Hill’s Science Diet Mature Adult canned dog food receives the Advisor’s lowest-tier rating of 1.5 stars.
The Hill’s Science Diet Mature Adult product line includes eight canned dog foods each claimed to meet AAFCO nutrient profiles for adult maintenance.
The following is a list of recipes available at the time of this review.
- Hill’s Science Diet Mature Adult Gourmet Beef (1 star)
- Hill’s Science Diet Mature Adult Gourmet Turkey (1 star)

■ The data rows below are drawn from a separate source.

import { demoAircraft, demoAircraftTypes, demoPeople, demoShip, demoSquadrons } from './demo-fleet.js';
import {
  fleetAdmin,
  secondShip,
  secondShipAircraft,
  secondShipAircraftTypes,
  secondShipPeople,
  secondShipSquadrons,
} from './demo-second-ship.js';

const ships = [demoShip, secondShip];
const squadrons = [...demoSquadrons, ...secondShipSquadrons];
const types = [...demoAircraftTypes, ...secondShipAircraftTypes];
const aircraft = [...demoAircraft, ...secondShipAircraft];
const people = [...demoPeople, ...secondShipPeople, fleetAdmin];

// The demo must read as invented to someone from the trade. These lists of real names, written from
// memory, stay here in the test and never reach the UI; a demo name that matches one (or sits one
// letter away from it) fails.

/** Aircraft carriers and other warships, past and present. */
const REAL_SHIPS = [
  'Enterprise',
  'Nimitz',
  'Forrestal',
  'Essex',
  'Lexington',
  'Saratoga',
  'Yorktown',
  'Hornet',
  'Midway',
  'Ranger',
  'Independence',
  'Kitty Hawk',
  'Constellation',
  'America',
  'Intrepid',
  'Wasp',
  'Langley',
  'Oriskany',
  'Ticonderoga',
  'Coral Sea',
  'Shangri-La',
  'Bon Homme Richard',
  'Carl Vinson',
  'Theodore Roosevelt',
  'Abraham Lincoln',
  'George Washington',
  'John C. Stennis',
  'Harry S. Truman',
  'Ronald Reagan',
  'Gerald R. Ford',
  'John F. Kennedy',
  'Queen Elizabeth',
  'Prince of Wales',
  'Ark Royal',
  'Illustrious',
  'Invincible',
  'Hermes',
  'Eagle',
  'Victorious',
  'Formidable',
  'Indomitable',
  'Implacable',
  'Glorious',
  'Courageous',
  'Furious',
  'Ocean',
  'Bulwark',
  'Albion',
  'Centaur',
  'Halcyon',
  'Charles de Gaulle',
  'Clemenceau',
  'Foch',
  'Bearn',
  'Kuznetsov',
  'Liaoning',
  'Shandong',
  'Fujian',
  'Vikramaditya',
  'Vikrant',
  'Viraat',
  'Cavour',
  'Garibaldi',
  'Juan Carlos',
  'Principe de Asturias',
  'Sao Paulo',
  'Minas Gerais',
  'Akagi',
  'Kaga',
  'Shokaku',
  'Zuikaku',
  'Hiryu',
  'Soryu',
  'Izumo',
];

/** Squadron names of navies and air arms, and their nicknames. */
const REAL_SQUADRONS = [
  'Jolly Rogers',
  'Black Knights',
  'Tomcatters',
  'Redcockers',
  'Golden Warriors',
  'Sunliners',
  'Blacklions',
  'Swordsmen',
  'Diamondbacks',
  'Tophatters',
  'Mighty Shrikes',
  'Rampagers',
  'Gunslingers',
  'Stingers',
  'Argonauts',
  'Bounty Hunters',
  'Blue Blasters',
  'Checkmates',
  'Warhawks',
  'Screwtops',
  'Sun Kings',
  'Black Eagles',
  'Liberty Bells',
  'Wallbangers',
  'Bear Aces',
  'Seahawks',
  'Greyhawks',
  'Tigertails',
  'Golden Hawks',
  'Rawhides',
  'Providers',
  'Blue Angels',
  'Red Arrows',
  'Immortals',
  'Vigilantes',
  'Knighthawks',
  'Royal Maces',
  'Fist of the Fleet',
];

/** Names of naval and other well-known aircraft, historic ones included. */
const REAL_AIRCRAFT_NAMES = [
  'Nightjar',
  'Heron',
  'Kestrel',
  'Harrier',
  'Sea Harrier',
  'Sea Fury',
  'Sea Vixen',
  'Sea Hawk',
  'Buccaneer',
  'Gannet',
  'Scimitar',
  'Wyvern',
  'Firefly',
  'Seafire',
  'Corsair',
  'Hellcat',
  'Wildcat',
  'Bearcat',
  'Tigercat',
  'Skyhawk',
  'Skyraider',
  'Phantom',
  'Crusader',
  'Tomcat',
  'Super Hornet',
  'Growler',
  'Prowler',
  'Intruder',
  'Vigilante',
  'Hawkeye',
  'Greyhound',
  'Viking',
  'Tracker',
  'Trader',
  'Demon',
  'Cutlass',
  'Banshee',
  'Panther',
  'Cougar',
  'Fury',
  'Skyray',
  'Skyknight',
  'Savage',
  'Rafale',
  'Etendard',
  'Alize',
  'Flanker',
  'Swordfish',
  'Albacore',
  'Barracuda',
  'Avenger',
  'Dauntless',
  'Helldiver',
  'Devastator',
  'Buffalo',
  'Vindicator',
  'Goshawk',
  'Lightning',
  'Sea King',
];

/** Type designations, written as their owners write them. */
const REAL_DESIGNATIONS = [
  'KS-3',
  'S-3',
  'E-2',
  'E-2D',
  'C-2',
  'F-14',
  'F/A-18',
  'EA-18G',
  'EA-6B',
  'A-6',
  'A-7',
  'A-4',
  'F-4',
  'F-8',
  'F-35C',
  'T-45',
  'KC-135',
  'E-3',
  'RV-3',
  'RV-4',
  'RV-6',
  'RV-7',
  'RV-8',
  'RV-10',
  'MJ-2',
  'KR-2',
  'VP-1',
  'KJ-600',
  'J-15',
  'Su-33',
  'MiG-29K',
  'Yak-38',
  'Ka-27',
  'Be-12',
  'AV-8B',
  'MV-22',
  'CMV-22',
  'MQ-25',
  'SH-60',
  'MH-60R',
];

/** Letters that start real designations: the US tri-service missions and their modifiers, and others in use. */
const REAL_DESIGNATION_PREFIXES = [
  'A',
  'B',
  'C',
  'E',
  'F',
  'K',
  'P',
  'R',
  'S',
  'T',
  'U',
  'V',
  'X',
  'KS',
  'KC',
  'KA',
  'EA',
  'EC',
  'EP',
  'ES',
  'FA',
  'RA',
  'RF',
  'RV',
  'SH',
  'MH',
  'TA',
  'AV',
  'MV',
  'MQ',
  'RQ',
  'KJ',
  'J',
  'SU',
  'MIG',
  'YAK',
  'KA',
  'BE',
  'MJ',
  'KR',
];

/** Hull classification symbols and pennant letters of carriers and flat-decked ships. */
const REAL_HULL_SYMBOLS = [
  'CV',
  'CVN',
  'CVA',
  'CVS',
  'CVL',
  'CVE',
  'CVB',
  'CVT',
  'CVAN',
  'CVH',
  'LHA',
  'LHD',
  'LPH',
  'R',
  'DDH',
];

/** Public figures, living and historic, naval aviation's own among them. */
const PUBLIC_FIGURES = [
  'Rui Tavares',
  'Chester Nimitz',
  'William Halsey',
  'Raymond Spruance',
  'Marc Mitscher',
  'Hyman Rickover',
  'Elmo Zumwalt',
  'John McCain',
  'Neil Armstrong',
  'John Glenn',
  'Alan Shepard',
  'Jim Lovell',
  'Eugene Ely',
  'Grace Hopper',
  "Butch O'Hare",
  'Jimmy Thach',
  'Eric Brown',
  'Kara Hultgreen',
  'Ted Williams',
  'George H. W. Bush',
];

const words = (text: string) =>
  text
    .toLowerCase()
    .split(/[^a-z0-9]+/)
    .filter(Boolean);
const singular = (word: string) => word.replace(/s$/, '');
const compact = (text: string) => text.toUpperCase().replace(/[^A-Z0-9]/g, '');

/** Edits (insert, delete, substitute) between two strings. */
function distance(a: string, b: string): number {
  let previous = Array.from({ length: b.length + 1 }, (_, j) => j);
  for (let i = 1; i <= a.length; i++) {
    const current = [i];
    for (let j = 1; j <= b.length; j++)
      current[j] = Math.min(previous[j] + 1, current[j - 1] + 1, previous[j - 1] + (a[i - 1] === b[j - 1] ? 0 : 1));
    previous = current;
  }
  return previous[b.length];
}

/** The real names a demo name copies: the whole name inside it, or one of its words a letter from a one-word name. */
function realNamesIn(name: string, realNames: string[]): string[] {
  const demoWords = words(name).map(singular);
  const demoPhrase = ` ${demoWords.join(' ')} `;
  return realNames.filter((real) => {
    const realWords = words(real).map(singular);
    if (demoPhrase.includes(` ${realWords.join(' ')} `)) return true;
    return realWords.length === 1 && demoWords.some((word) => word.length >= 4 && distance(word, realWords[0]) <= 1);
  });
}

const letterPrefix = (code: string) => code.toUpperCase().match(/^[A-Z]+/)?.[0] ?? '';

const NAMED: [kind: string, name: string][] = [
  ...ships.map((ship): [string, string] => ['ship', ship.name]),
  ...squadrons.map((squadron): [string, string] => ['squadron', squadron.name]),
  ...types.map((type): [string, string] => ['aircraft type', type.name]),
];

describe('the demo reads as invented', () => {
  it.each(NAMED)('the %s %s is no real ship, squadron or aircraft', (_kind, name) => {
    expect(realNamesIn(name, [...REAL_SHIPS, ...REAL_SQUADRONS, ...REAL_AIRCRAFT_NAMES])).toEqual([]);
  });

  it.each(types.map((type) => type.designation))(
    'the designation %s is no real one and uses no real prefix',
    (designation) => {
      expect(REAL_DESIGNATIONS.filter((real) => distance(compact(real), compact(designation)) <= 1)).toEqual([]);
      expect(REAL_DESIGNATION_PREFIXES).not.toContain(letterPrefix(designation));
    },
  );

  it.each(ships.map((ship) => ship.name))('gives the %s a hull code that is no real classification', (name) => {
    expect(REAL_HULL_SYMBOLS).not.toContain(letterPrefix(ships.find((ship) => ship.name === name)!.hullCode));
  });

  it('numbers the aircraft in its own scheme: a letter, then two digits; never the three-digit numbers of real air wings', () => {
    for (const plane of aircraft) {
      expect(plane.sideNumber).toMatch(/^[A-Z]\d{2}$/);
    }
    expect(new Set(aircraft.map((plane) => plane.sideNumber)).size).toBe(aircraft.length);
  });

  it.each(people.map((person) => person.name))('%s is no public figure', (name) => {
    expect(PUBLIC_FIGURES.filter((figure) => compact(figure) === compact(name))).toEqual([]);
    const surname = words(name).at(-1)!;
    expect(PUBLIC_FIGURES.filter((figure) => words(figure).at(-1) === surname)).toEqual([]);
  });

  it.each(['I', 'II', 'III'] as const)('labels every Case %s departure as the invented ship’s own', (weatherCase) => {
    for (const ship of ships)
      for (const text of Object.values(ship.profile.departures[weatherCase]))
        expect(text).toMatch(/invented for the demo/);
  });

  it('catches the names the demo used to carry', () => {
    expect(realNamesIn('Nightjars', REAL_AIRCRAFT_NAMES)).toEqual(['Nightjar']);
    expect(realNamesIn('Brass Herons', REAL_AIRCRAFT_NAMES)).toEqual(['Heron']);
    expect(realNamesIn('Halcyon Reach', REAL_SHIPS)).toEqual(['Halcyon']);
    expect(REAL_DESIGNATIONS.filter((real) => distance(compact(real), compact('KS-7')) <= 1)).toEqual(['KS-3']);
    expect(REAL_DESIGNATION_PREFIXES).toContain(letterPrefix('RV-3'));
    expect(REAL_HULL_SYMBOLS).toContain(letterPrefix('CVT-9'));
  });
});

- Hill’s Science Diet Mature Adult Gourmet Chicken (1 star)
- Hill’s Science Diet Mature Adult Savory Stew w/ Beef (2.5 stars)
- Hill’s Science Diet Small/Toy Mature Adult Gourmet Beef (1 star)
- Hill’s Science Diet Mature Adult Savory Stew w/ Chicken (2.5 stars)
- Hill’s Science Diet Small/Toy Mature Adult Gourmet Chicken (1 star)
- Hill’s Science Diet Small/Toy Mature Adult Savory Stew w/ Chicken (2.5 stars)
Hill’s Science Diet Mature Adult Gourmet Chicken was selected to represent the other products in the line for this review.
Hill's Science Diet Mature Adult Gourmet Chicken Entree
Canned Dog Food
Estimated Dry Matter Nutrient Content
Ingredients: Water, chicken, cracked pearled barley, ground whole grain corn, dried whey, liver, dried beet pulp, corn gluten meal, chicken liver flavor, soybean oil, choline chloride, fish meal, iron oxide, calcium carbonate, potassium chloride, vitamin E supplement, taurine, zinc oxide, ferrous sulfate, thiamine mononitrate, copper sulfate, manganous oxide, niacin, calcium pantothenate, vitamin B12 supplement, pyridoxine hydrochloride, biotin, riboflavin, calcium iodate, vitamin D3 supplement, folic acid, sodium selenite
Fiber (estimated dry matter content) = 1.6%
Red items indicate controversial ingredients
|Estimated Nutrient Content|
|Dry Matter Basis||18%||13%||61%|
|Calorie Weighted Basis||17%||29%||55%|
The first ingredient in this dog food is water, which adds nothing but moisture to this food. Water is a routine finding in most canned dog foods.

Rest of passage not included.